Data section: Begin
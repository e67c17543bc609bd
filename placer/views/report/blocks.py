"""The report's text and table blocks: the verdict on the data, coefficients, correction,
predicted vibration, notes, and what is on the rotor when the technician leaves.

Each function returns a block: ``draw(page, y, drawn) -> y below`` (see
:mod:`placer.views.report.pages`); on a dry run (``page.ax`` None) it only
measures.
"""

from __future__ import annotations

import math
from collections.abc import Callable

import numpy as np

from placer.geometry import angle_of_deg
from placer.units import kg_mm2_from_gmm2
from placer.views.numbers import angle_text, phasor_text, significant
from placer.views.report.layout import (
    BODY_PT,
    WIDTH_IN,
    black_band,
    paragraphs,
    section,
)
from placer.views.sheet.typeset import MARGIN_IN, Page
from placer.visitreport import VisitReport

G_PER_KG = 1000.0
"""Coefficients are printed per kg·mm: 1 kg·mm = 1000 g·mm."""

FAILED_BAND = "PLAN FROM DATA THAT FAILS THE CHECKS: TAKE THE RUNS AGAIN BEFORE FITTING IT"
"""The band over a report whose data failed a check."""


def unit_of(report: VisitReport) -> str:
    """The unit and measure read: "mm/s peak".

    Parameters
    ----------
    report : VisitReport
        The visit.

    Returns
    -------
    str
        Unit and measure.
    """
    return f"{report.record.unit} {report.record.measure}"


def reading(report: VisitReport, value: complex) -> str:
    """A reading or prediction as printed: amplitude∠angle, the amplitude alone without phase.

    Parameters
    ----------
    report : VisitReport
        The visit.
    value : complex
        The phasor [unit read].

    Returns
    -------
    str
        With significant digits.
    """
    return significant(abs(value)) if report.amplitude_only else phasor_text(value)


def percent(share: float, signed: bool = False) -> str:
    """A share as a whole percentage ("178 %", "+12 %"); "-" when not finite.

    Parameters
    ----------
    share : float
        The share [1].
    signed : bool
        Show the sign.

    Returns
    -------
    str
        The text.
    """
    if not math.isfinite(share):
        return "-"
    return f"{100 * share:+.0f} %" if signed else f"{100 * share:.0f} %"


Block = Callable[[Page, float, object], float]


def checks_block(report: VisitReport) -> Block:
    """The verdict on the data, before anything else: trial runs, plane separation.

    Parameters
    ----------
    report : VisitReport
        The visit.

    Returns
    -------
    Block
        The block.
    """
    def draw(page: Page, y: float, drawn: object) -> float:
        y = section(page, y, "The data, judged before the plan")
        if report.verdicts:
            columns = [("Trial run", "l"), ("Adds to", "l"), ("Sensor moved most", "l"),
                       ("Vector", "r"), ("Amplitude", "r"), ("Phase", "r"), ("Verdict", "l")]
            rows, bold = [], set()
            for i, v in enumerate(report.verdicts):
                c = v.strongest
                rows.append([v.run, v.against, c.sensor, percent(c.vector_share),
                             percent(c.amplitude_share, signed=True),
                             f"{c.phase_change_deg:+.0f}°", "trusted" if v.trusted
                             else "TOO WEAK"])
                if not v.trusted:
                    bold.add(i)
            y = page.table(MARGIN_IN, y, columns, rows, WIDTH_IN, bold=bold)
        texts = []
        for c in report.checks:
            if c.subject.startswith("trial run ") and report.verdicts and c.passed:
                continue
            word = "Passed" if c.passed else "FAILED"
            text = f"{word}: {c.subject}: {c.finding}."
            if c.action:
                text += f" What to do: {c.action}."
            texts.append(text)
        if not report.checks:
            texts.append("No check of the data could be made for this visit.")
        y = paragraphs(page, y, texts, BODY_PT)
        rules = list(dict.fromkeys(c.rule for c in report.checks))
        y = paragraphs(page, y, [f"Rule: {r}." for r in rules], 6.5, style="italic")
        if not report.data_ok:
            y = black_band(page, y + 0.04, FAILED_BAND)
        return y

    return draw


def coefficients_block(report: VisitReport) -> Block:
    """The influence coefficients per kg·mm and their condition, or the four-run figures.

    Parameters
    ----------
    report : VisitReport
        The visit.

    Returns
    -------
    Block
        The block.
    """
    record = report.record
    unit = unit_of(report)

    def draw(page: Page, y: float, drawn: object) -> float:
        f = report.four_run
        if f is not None:
            y = section(page, y, "No phase reference: the four-run method")
            runs = ", ".join(f"{angle_text(a)}: {significant(x)}"
                             for a, x in zip(f.angles_deg, f.amplitudes))
            texts = [f"Reference run {significant(f.reference)} {unit}; the same trial "
                     f"({significant(f.trial_gmm, 4)} g·mm) at {runs} {unit}.",
                     f"The circles meet at {significant(f.effect)} {unit} at "
                     f"{angle_text(angle_of_deg(f.meeting_point), 1)}: the trial's effect and "
                     "the angle of the correction. Coefficient "
                     f"{significant(f.coefficient * G_PER_KG)} {unit} per kg·mm (its phase is "
                     "not known without a phase reference)."]
            return paragraphs(page, y, texts)
        if record.coefficients is None:
            y = section(page, y, "Influence coefficients")
            return paragraphs(page, y, [f"None stored ({record.coefficient_source})."])
        y = section(page, y, f"Influence coefficients ({unit} per kg·mm, phase as an angle "
                             f"counted {record.angle_sense})")
        columns = [("Sensor", "l")]
        weighted = any(w != 1.0 for w in report.weights)
        if weighted:
            columns.append(("Weight", "r"))
        columns += [(name, "r") for name in record.plane_names]
        rows = []
        for c, name in enumerate(record.channel_names):
            row = [name] + ([f"{report.weights[c]:g}"] if weighted else [])
            rows.append(row + [phasor_text(v * G_PER_KG) for v in record.coefficients[c]])
        y = page.table(MARGIN_IN, y, columns, rows, WIDTH_IN)
        texts = [f"From {record.coefficient_source}."]
        if record.condition is not None and len(record.plane_names) > 1:
            texts[0] += (f" Condition number {significant(record.condition)} (each plane's "
                         "column scaled to unit length; 1 is ideal).")
        return paragraphs(page, y, texts)

    return draw


def correction_block(report: VisitReport) -> Block:
    """The continuous correction per plane, with its static and couple parts.

    Parameters
    ----------
    report : VisitReport
        The visit.

    Returns
    -------
    Block
        The block.
    """
    def draw(page: Page, y: float, drawn: object) -> float:
        y = section(page, y, "Correction per plane (least squares, before rounding to stock)")
        rows = []
        for plane in report.planes:
            w = plane.correction_gmm
            radius = plane.geometry.radii_mm[0] if plane.geometry else None
            at = "-" if radius is None else f"{significant(abs(w) / radius)} g at r {radius:g} mm"
            rows.append([plane.name, significant(abs(w), 4), angle_text(angle_of_deg(w), 1), at])
        y = page.table(MARGIN_IN, y, [("Plane", "l"), ("g·mm", "r"), ("Angle", "r"),
                                      ("As one mass", "l")], rows, WIDTH_IN)
        sc = report.static_couple
        if sc is None:
            return y
        text = (f"Static part {significant(abs(sc.static_gmm), 4)} g·mm at "
                f"{angle_text(angle_of_deg(sc.static_gmm), 1)}; couple part "
                f"±{significant(abs(sc.couple_gmm), 4)} g·mm at "
                f"{angle_text(angle_of_deg(sc.couple_gmm), 1)} in plane 1 and opposite in "
                "plane 2")
        if sc.couple_moment_gmm2 is not None:
            text += f", a moment of {kg_mm2_from_gmm2(sc.couple_moment_gmm2):.1f} kg·mm²"
        if sc.couple_negligible:
            text += "; the couple part is negligible (placer's own rule): one plane would do"
        return paragraphs(page, y, [text + "."])

    return draw


def prediction_block(report: VisitReport) -> Block:
    """The vibration now and predicted after the plan, per sensor, against the limit.

    Parameters
    ----------
    report : VisitReport
        The visit.

    Returns
    -------
    Block
        The block.
    """
    record = report.record
    unit = unit_of(report)

    def draw(page: Page, y: float, drawn: object) -> float:
        y = section(page, y, f"Vibration now and predicted after the plan ({unit})")
        if report.predicted is None:
            return paragraphs(page, y, ["No prediction: no coefficients were stored."])
        limit = report.limit
        rows = []
        for c, name in enumerate(record.channel_names):
            after = abs(report.predicted[c])
            verdict = "" if limit is None else ("below the limit" if after <= limit
                                                else "ABOVE THE LIMIT")
            rows.append([name, reading(report, report.now[c]),
                         reading(report, report.predicted[c]), verdict])
        y = page.table(MARGIN_IN, y, [("Sensor", "l"), ("Now", "r"), ("After the plan", "r"),
                                      ("", "l")], rows, WIDTH_IN)
        largest = float(np.max(np.abs(report.predicted)))
        if limit is None:
            words = f"LARGEST AFTER THE PLAN {significant(largest)} {unit}; NO LIMIT GIVEN"
        else:
            words = (f"LARGEST AFTER THE PLAN {significant(largest)} {unit}: "
                     + ("BELOW" if report.within_limit else "ABOVE")
                     + f" THE LIMIT OF {limit:g} {unit}")
        if not report.data_ok:
            words += ", PREDICTED FROM DATA THAT FAILS THE CHECKS"
        if report.within_limit is False or not report.data_ok:
            y = black_band(page, y, words)
        else:
            height = 0.36
            page.box(MARGIN_IN, y, WIDTH_IN, height, lw=2.2)
            page.text(MARGIN_IN + WIDTH_IN / 2, y + height / 2, words, 9.5, weight="bold",
                      ha="center", va="center")
            y += height + 0.06
        basis = record.result.get("basis")
        note = ("Amplitudes as read, every sensor unweighted. "
                + (f"Now: the {basis}. " if isinstance(basis, str) else "")
                + "After the plan: predicted from the coefficients, V = V0 + A·w.")
        if any(w != 1.0 for w in report.weights) or record.setup.get("norm") == "rms":
            objective = record.result.get("objective_after")
            if isinstance(objective, (int, float)):
                kind = "root-sum-square" if record.setup.get("norm") == "rms" else "largest"
                note += (f" The plan minimised the weighted {kind} reading: "
                         f"{significant(objective)} (a figure for comparing plans, not a "
                         "reading).")
        return paragraphs(page, y, [note], 6.5, style="italic")

    return draw


def notes_block(report: VisitReport) -> Block:
    """Warnings of the visit and what an older record cannot show.

    Parameters
    ----------
    report : VisitReport
        The visit.

    Returns
    -------
    Block
        The block (nothing when there is nothing to say).
    """
    warnings = [str(w) for w in report.record.result.get("warnings", [])]

    def draw(page: Page, y: float, drawn: object) -> float:
        texts = [f"Note: {w}." for w in warnings] + list(report.missing)
        return paragraphs(page, y, texts, BODY_PT) if texts else y

    return draw


def leaving_block(report: VisitReport) -> Block:
    """What is on the rotor when the technician leaves: parts left on, new parts.

    Parameters
    ----------
    report : VisitReport
        The visit.

    Returns
    -------
    Block
        The block.
    """
    names = report.record.plane_names

    def draw(page: Page, y: float, drawn: object) -> float:
        y = section(page, y, "On the rotor when you leave")
        if not report.on_rotor:
            return paragraphs(page, y, ["Nothing: no part is fitted and none is left on."])
        rows = [[names[p.plane], "-" if p.position is None else str(p.position),
                 angle_text(p.angle_deg, 1), p.label, str(p.count),
                 f"{p.mass_g * p.count:g}", f"{p.radius_mm:g}", p.origin]
                for p in report.on_rotor]
        y = page.table(MARGIN_IN, y, [("Plane", "l"), ("Pos.", "r"), ("Angle", "r"),
                                      ("Part", "l"), ("Count", "r"), ("Mass g", "r"),
                                      ("r mm", "r"), ("", "l")], rows, WIDTH_IN, ticks=True)
        return paragraphs(page, y, ["Tick each line once it is checked on the rotor. Parts "
                                    "taken off by the plan are not listed."], 6.5,
                          style="italic")

    return draw
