"""Fewest blade swaps that bring an assembled rotor within a tolerance.

Swapping blades turns the current arrangement σ into τ; the fewest swaps
that do so is n - c, c the number of cycles of σ⁻¹τ (slots that keep their
blade count as cycles of one).  A change of exactly k swaps moves the blades
of s slots, k + 1 ≤ s ≤ 2k, by a permutation of those s slots with no fixed
point and s - k cycles.  The search takes k = 0, 1, 2, ... and at each k
scores every such change (every set of s open slots times every such
permutation, with numpy); the first k with an arrangement within the
tolerance and the limits is the fewest, and among its arrangements the one
with the least residual is taken.  When the work budget stops the search
before one is found, a greedy sequence of best single swaps gives an answer
and ``swap_lower_bound`` says how many swaps were ruled out.

References
----------
[PermutationCycles] a permutation with c cycles is n - c transpositions;
[LaporteMercure1988] interchanges.
"""

from __future__ import annotations

import itertools
import math
from collections.abc import Sequence
from functools import lru_cache

import numpy as np

from placer.blades import ArrangementResult, Blade
from placer.engine.arrangement.model import Problem
from placer.engine.arrangement.search import Solved, solve, to_result
from placer.errors import InputError

CHUNK = 20_000
"""Slot sets scored at once."""


@lru_cache(maxsize=None)
def changes(s: int, k: int) -> np.ndarray:
    """Permutations of range(s) with no fixed point and s - k cycles (k swaps).

    Parameters
    ----------
    s : int
        Slots moved [-].
    k : int
        Swaps [-].

    Returns
    -------
    numpy.ndarray
        One permutation per row (itertools order), shape (count, s).

    References
    ----------
    [PermutationCycles] s - k cycles are k transpositions.
    """
    rows = [p for p in itertools.permutations(range(s))
            if all(p[i] != i for i in range(s)) and _cycles(p) == s - k]
    return np.array(rows, dtype=np.int64).reshape(len(rows), s)


def _cycles(perm: Sequence[int]) -> int:
    seen, count = set(), 0
    for start in range(len(perm)):
        if start in seen:
            continue
        count += 1
        j = start
        while j not in seen:
            seen.add(j)
            j = perm[j]
    return count


def swaps_between(arr: np.ndarray, target: np.ndarray) -> list[tuple[int, int]]:
    """Slot pairs (engine slots) whose swaps, in order, turn ``arr`` into ``target``.

    Parameters
    ----------
    arr : numpy.ndarray
        The blade in each engine slot now; not changed.
    target : numpy.ndarray
        The blade in each engine slot wanted (the same blades).

    Returns
    -------
    list of (int, int)
        The swaps, slot by slot from the first; the fewest possible.

    References
    ----------
    [PermutationCycles].
    """
    arr = arr.copy()
    where = {int(b): j for j, b in enumerate(arr)}
    out = []
    for j in range(len(arr)):
        if arr[j] != target[j]:
            k = where[int(target[j])]
            out.append((j, k))
            where[int(arr[j])], where[int(arr[k])] = k, j
            arr[j], arr[k] = arr[k], arr[j]
    return out


def depth_cost(m: int, k: int) -> int:
    """Changes of exactly k swaps among m open slots.

    Parameters
    ----------
    m : int
        Open slots [-].
    k : int
        Swaps [-].

    Returns
    -------
    int
        Σ over s = k + 1 .. min(2k, m) of C(m, s) times the permutations of
        :func:`changes` (s, k).
    """
    return sum(math.comb(m, s) * len(changes(s, k)) for s in range(k + 1, min(2 * k, m) + 1))


def best_at_depth(problem: Problem, arr: np.ndarray, k: int,
                  tolerance: float) -> tuple[float, np.ndarray] | None:
    """Least residual within ``tolerance`` and the limits after exactly k swaps, or None.

    Parameters
    ----------
    problem : Problem
        The problem.
    arr : numpy.ndarray
        The blade in each engine slot now.
    k : int
        Swaps [-]; 0 tests ``arr`` itself.
    tolerance : float
        Permissible static residual [g·mm].

    Returns
    -------
    (float, numpy.ndarray) or None
        The residual [g·mm] and the arrangement; None when no change of k
        swaps is within the tolerance and the limits.
    """
    free = problem.free_slots
    base = problem.residual(arr)
    if k == 0:
        value = abs(base)
        return (value, arr) if value <= tolerance and problem.feasible(arr) else None
    hits: list[tuple[float, tuple[int, ...], tuple[int, ...]]] = []
    for s in range(k + 1, min(2 * k, len(free)) + 1):
        perms = changes(s, k)
        combos = itertools.combinations(free.tolist(), s)
        while True:
            chunk = np.array(list(itertools.islice(combos, CHUNK)), dtype=np.int64)
            if len(chunk) == 0:
                break
            w = problem.weights[arr[chunk]]
            z = problem.z[chunk]
            delta = ((w[:, perms] - w[:, None, :]) * z[:, None, :]).sum(axis=2)
            value = np.abs(base + delta)
            for c, p in zip(*np.nonzero(value <= tolerance)):
                hits.append((float(value[c, p]), tuple(chunk[c]), tuple(perms[p])))
    for value, slots, perm in sorted(hits):
        moved = arr.copy()
        moved[list(slots)] = arr[[slots[t] for t in perm]]
        if problem.feasible(moved):
            return value, moved
    return None


def greedy(problem: Problem, arr: np.ndarray, tolerance: float) -> np.ndarray | None:
    """Best single swaps, one after another, until within tolerance (or no swap helps).

    Each step takes the swap with the fewest broken pair tables, then the
    least residual; at most n steps.

    Parameters
    ----------
    problem : Problem
        The problem.
    arr : numpy.ndarray
        The blade in each engine slot now.
    tolerance : float
        Permissible static residual [g·mm].

    Returns
    -------
    numpy.ndarray or None
        An arrangement within the tolerance and the limits, or None.

    References
    ----------
    [LaporteMercure1988] interchanges.
    """
    for _ in range(problem.n):
        if abs(problem.residual(arr)) <= tolerance and problem.feasible(arr):
            return arr
        options = []
        for i, k in itertools.combinations(problem.free_slots.tolist(), 2):
            moved = arr.copy()
            moved[i], moved[k] = arr[k], arr[i]
            options.append((problem.violations(moved), abs(problem.residual(moved)), i, k))
        if not options:
            return None
        best = min(options)
        if (best[0], best[1]) >= (problem.violations(arr), abs(problem.residual(arr))):
            return None
        arr = arr.copy()
        arr[best[2]], arr[best[3]] = arr[best[3]], arr[best[2]]
    return arr if abs(problem.residual(arr)) <= tolerance and problem.feasible(arr) else None


def fewest_swaps(blades: tuple[Blade, ...], problems: list[Problem],
                 current: Sequence[str] | None, tolerance_gmm: float | None,
                 budget: int, seed: int) -> ArrangementResult:
    """The fewest swaps from ``current`` to an arrangement within ``tolerance_gmm``.

    Parameters
    ----------
    blades : tuple of Blade
        The blades.
    problems : list of Problem
        The engine's problems (one per alternation phase).
    current : sequence of str
        Blade id in each slot now (slot 1 first).
    tolerance_gmm : float
        Permissible static residual [g·mm].
    budget : int
        Most changes scored [-].
    seed : int
        Seed for the fallback search [-].

    Raises
    ------
    InputError
        Missing or bad current arrangement or tolerance; no arrangement found.
    """

    start_user = _current(blades, problems[0], current, tolerance_gmm)
    phases = [_phase(problem, start_user[problem.order], tolerance_gmm, budget, seed)
              for problem in problems]
    found = [ph for ph in phases if ph[0] is not None]
    if not found:
        raise InputError(f"no arrangement within {tolerance_gmm} g·mm found by swaps",
                         key="tolerance_gmm", expected="a larger tolerance or looser limits")
    fewest = min(len(ph[1]) for ph in found)
    floor = min(min(ph[2], fewest) for ph in phases)
    proven = floor == fewest
    answers = []
    for problem, (arr, swaps, ruled_out, work, method) in zip(problems, phases):
        if arr is None or len(swaps) != fewest:
            answers.append(Solved(None, math.inf, math.inf, True, False, method, work))
            continue
        value = abs(problem.residual(arr))
        answers.append(Solved(arr, value, value, proven, False, method, work))
    best = min((i for i, a in enumerate(answers) if a.arr is not None),
               key=lambda i: (answers[i].value, i))
    order = problems[best].order
    swaps = tuple((int(order[j]) + 1, int(order[k]) + 1) for j, k in phases[best][1])
    return to_result(blades, problems, answers, swaps=swaps, swap_lower_bound=floor)


def _phase(problem: Problem, start: np.ndarray, tolerance: float, budget: int, seed: int):
    """(arr, swaps, ruled_out, work, method) for one problem; arr None when none found.

    ``ruled_out``: no arrangement within the tolerance is fewer swaps away.
    """

    ruled_out, work = 0, 0
    for k in range(0, len(problem.free_slots) + 1):
        cost = depth_cost(len(problem.free_slots), k) if k else 1
        if work + cost > budget and k > 0:
            break
        work += cost
        found = best_at_depth(problem, start, k, tolerance)
        if found is not None:
            return found[1], swaps_between(start, found[1]), k, work, "fewest swaps, exact"
        ruled_out = k + 1
    arr = greedy(problem, start, tolerance)
    method = "fewest swaps ruled out below the bound; greedy swaps past the work budget"
    if arr is None:
        solved = solve(problem, budget, seed)
        if solved.arr is not None and solved.value <= tolerance:
            arr = solved.arr
            method = "fewest swaps ruled out below the bound; rearranged past the work budget"
    if arr is None:
        return None, [], ruled_out, work, "none found"
    return arr, swaps_between(start, arr), ruled_out, work, method


def _current(blades: tuple[Blade, ...], problem: Problem, current: Sequence[str] | None,
             tolerance_gmm: float | None) -> np.ndarray:
    """The current arrangement as blade indices by user slot, checked."""
    if current is None or tolerance_gmm is None:
        raise InputError("the fewest-swaps search needs the current arrangement and a tolerance",
                         key="current" if current is None else "tolerance_gmm",
                         expected="both the blade in every slot now and a tolerance in g·mm")
    if isinstance(tolerance_gmm, bool) or not isinstance(tolerance_gmm, (int, float)) \
            or not math.isfinite(tolerance_gmm) or tolerance_gmm < 0:
        raise InputError(f"tolerance {tolerance_gmm!r}", key="tolerance_gmm",
                         expected="a tolerance in g·mm, zero or above")
    index = {b.blade_id: i for i, b in enumerate(blades)}
    if len(current) != len(blades) or sorted(current) != sorted(index):
        raise InputError("the current arrangement is not every blade once", key="current",
                         expected="each blade id once, slot 1 first")
    user = np.array([index[c] for c in current], dtype=np.int64)
    engine = user[problem.order]
    pinned = problem.pinned >= 0
    if np.any(engine[pinned] != problem.pinned[pinned]):
        raise InputError("a pinned blade is not in its slot in the current arrangement",
                         key="current", expected="pinned blades where they are pinned")
    return user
Data section: End
> _Assignment_
Wherever "times" appears in a line of the entries, copy that line.

> _Your response_
scores every such change (every set of s open slots times every such
        Σ over s = k + 1 .. min(2k, m) of C(m, s) times the permutations of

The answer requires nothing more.